Plants, fish and inverts will be added over the next week or two. Basically, as soon as the LFS gets the critters I asked for  I'll keep taking pictures as things shape up.


----------



## JKUK (Feb 16, 2007)

Love experiments like this 

I have a similar sized tank that was set up much like yours five or six years ago. The only issue really that I had, was very green water for the first few months. This was sorted by adding some tiny orb shells collected from my ponds. Once matured you will be surprised how little clouding the substrate actually causes. 

Looking at your plant choices so far, I think you will need some fast growers to help settle things down. I find Ambulia grows like crazy in this sort of set up, as do the indispensible floaters like Salvinia and Pistia.

Good luck, keep the pics coming


----------



## niko (Jan 28, 2004)

I've been stirring the substrate in one of my tanks in which I have a bunch of wild tetras. When the dark colored particles settle there is a whitish opalescence that lingers for about 1-1/2 days. You may say that's not a good thing but then something unexpected happens - the fish start to behave in a very different way, the fins that are clear actually become invisible, and when the fish moves there are rippling shadows running from the eyes to the tails. The school is huge - about 80 fish and that whitish water definitely makes the entire tank look completely natural - the way it is supposed to look. It is an amazing visual experience - an interaction of water, light, and animals.

All the color lines/spots on the fish start to really make sense. From a distance you can't really make up a fish - just spots and lines. That's the power of a true natural aquarium look I guess.

Also there is a pretty cool post from 2006 here on APC about a full blown Tonina tank without any water column ferts but with a mud bottom. I will find it and post a link to it later.


----------



## Michael (Jul 20, 2010)

I've done things like this accidentally, LOL, and they worked out pretty well. Can you tell us more about the refugium mud? I gather from the web that it is made for saltwater, unless there is another product for freshwater that I didn't see.


----------



## niko (Jan 28, 2004)

Here's a tank full of Toninas. 









German rich substrate with an inert cap. Apparently long term this tank works perfectly with zero ferts in the water column.

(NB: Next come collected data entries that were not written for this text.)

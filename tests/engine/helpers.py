"""Small corpora and readers shared by the engine tests."""
from __future__ import annotations

import json
import os

import numpy as np
import pyarrow as pa
import pyarrow.parquet as pq

from spark_align.config import CorpusConfig, RunConfig, parse_stages
from spark_align.engine import shipping
from spark_align.engine.mstep import part_name

TOY_SOURCE = ["das haus", "das buch", "ein buch", "ein haus ist klein", "das haus ist gross"]
TOY_TARGET = ["the house", "the book", "a book", "a house is small", "the house is big"]


def write_text(tmp_path, source, target, name="c"):
    s, t = tmp_path / f"{name}.src", tmp_path / f"{name}.tgt"
    s.write_text("".join(f"{x}\n" for x in source), encoding="utf-8")
    t.write_text("".join(f"{x}\n" for x in target), encoding="utf-8")
    return str(s), str(t)


def write_parquet(tmp_path, table: pa.Table, name="corpus.parquet"):
    path = tmp_path / name
    pq.write_table(table, path)
    return str(path)


def config(corpus: CorpusConfig, stages="ibm1:3", **kw) -> RunConfig:
    return RunConfig(corpus=corpus, stages=parse_stages(stages), **kw)


def read_output(run_dir: str) -> pa.Table:
    return pq.read_table(os.path.join(run_dir, "output")).sort_by("_row")


def read_table(run_dir: str, stage_dir: str, iteration: int) -> pa.Table:
    path = os.path.join(run_dir, "checkpoints", stage_dir, f"iter-{iteration:04d}", "lex")
    return pq.read_table(path).sort_by([("dir", "ascending"), ("src", "ascending"), ("tgt", "ascending")])


def manifest(run_dir: str, stage_dir: str, iteration: int) -> dict:
    path = os.path.join(run_dir, "checkpoints", stage_dir, f"iter-{iteration:04d}", "manifest.json")
    with open(path) as fh:
        return json.load(fh)


def routed_records(tmp_path, unit_keys: dict[int, np.ndarray], entries: dict[int, tuple], n_buckets: int,
                   directions=("forward", "reverse")) -> dict[int, list[bytes]]:
    """The routes of ``unit_keys`` written as the routes job writes them, then every bucket's lookup
    over its table ``entries`` (direction index -> (keys, probs)), in-process: unit -> its records."""
    pieces: dict[int, list] = {}
    for unit, keys in unit_keys.items():
        for p, piece in shipping.unit_routes(unit, keys, n_buckets):
            pieces.setdefault(p, []).append(piece)
    root = tmp_path / "routes"
    root.mkdir(parents=True, exist_ok=True)
    for p in range(n_buckets):
        with open(root / part_name(p), "wb") as fh:
            shipping.write_routes(fh, sorted(pieces.get(p, [])))
    lookup = shipping.make_route_lookup(str(root), directions)
    routed: dict[int, list[bytes]] = {}
    for p in range(n_buckets):
        mine = {}
        for d, (keys, probs) in entries.items():
            sel = shipping.key_buckets(keys, d, n_buckets) == p
            mine[d] = (keys[sel], probs[sel])
        for unit, record in lookup(p, mine):
            routed.setdefault(unit, []).append(record)
    return routed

http://www.aquaticplantcentral.com/forumapc/substrates/30140-substrate-help.html#post228954


----------



## corsair75 (Dec 21, 2011)

The particular product in this tank is Fiji Mud, which is intended for saltwater. Most of these mud products are nothing more than wild collected silt from the bottom of the ocean. Basically, when the 'manufacturer' hauls up a load of live rock, they rinse off the mud and collect it for sale. The most efficient way to find more info is to google 'Leng Sy' and do some reading on the 'ecosystem' aquarium. Adding a silty mud is common with heavy macro planting or (especially) mangroves.

My opinion is that the marine community is *way* behind when it comes to plants. For example, nobody as far as I can tell has ever attempted using dirt under the sand in a refugium, nor any of the common commercial substrates for plants. Water column dosing of fertilizers is virtually unknown. I have found that larger macros, such as caulerpa behave exactly like freshwater, vascular plants. I use Flourish liquid fertilizer semi-regularly in my 'planted' reef with noticeable effects. Were I to do that tank again I would add enriched substrate under the sand in the areas intended for planting.


----------



## corsair75 (Dec 21, 2011)

I added a few more plants last night, and introduced the fish



Five glowlight tetras, which necessitated reinstalling the heater. I have reservations about keeping tetras in such a small tank, but I didn't want something as busy as danios. Hoping that a nice house makes up for a lack of space.



@Niko, that's an amazing tank! I'm so bad at consistently dosing my tanks that structural solutions are much more interesting to me. I absolutely agree about turbidity occasionally looking 'just right' in natural tanks. This morning I watched the fish wake up and nervously swim around, kicking up dust trails behind them while they reformed the group. Just something about that little moment that looks so _natural_.


----------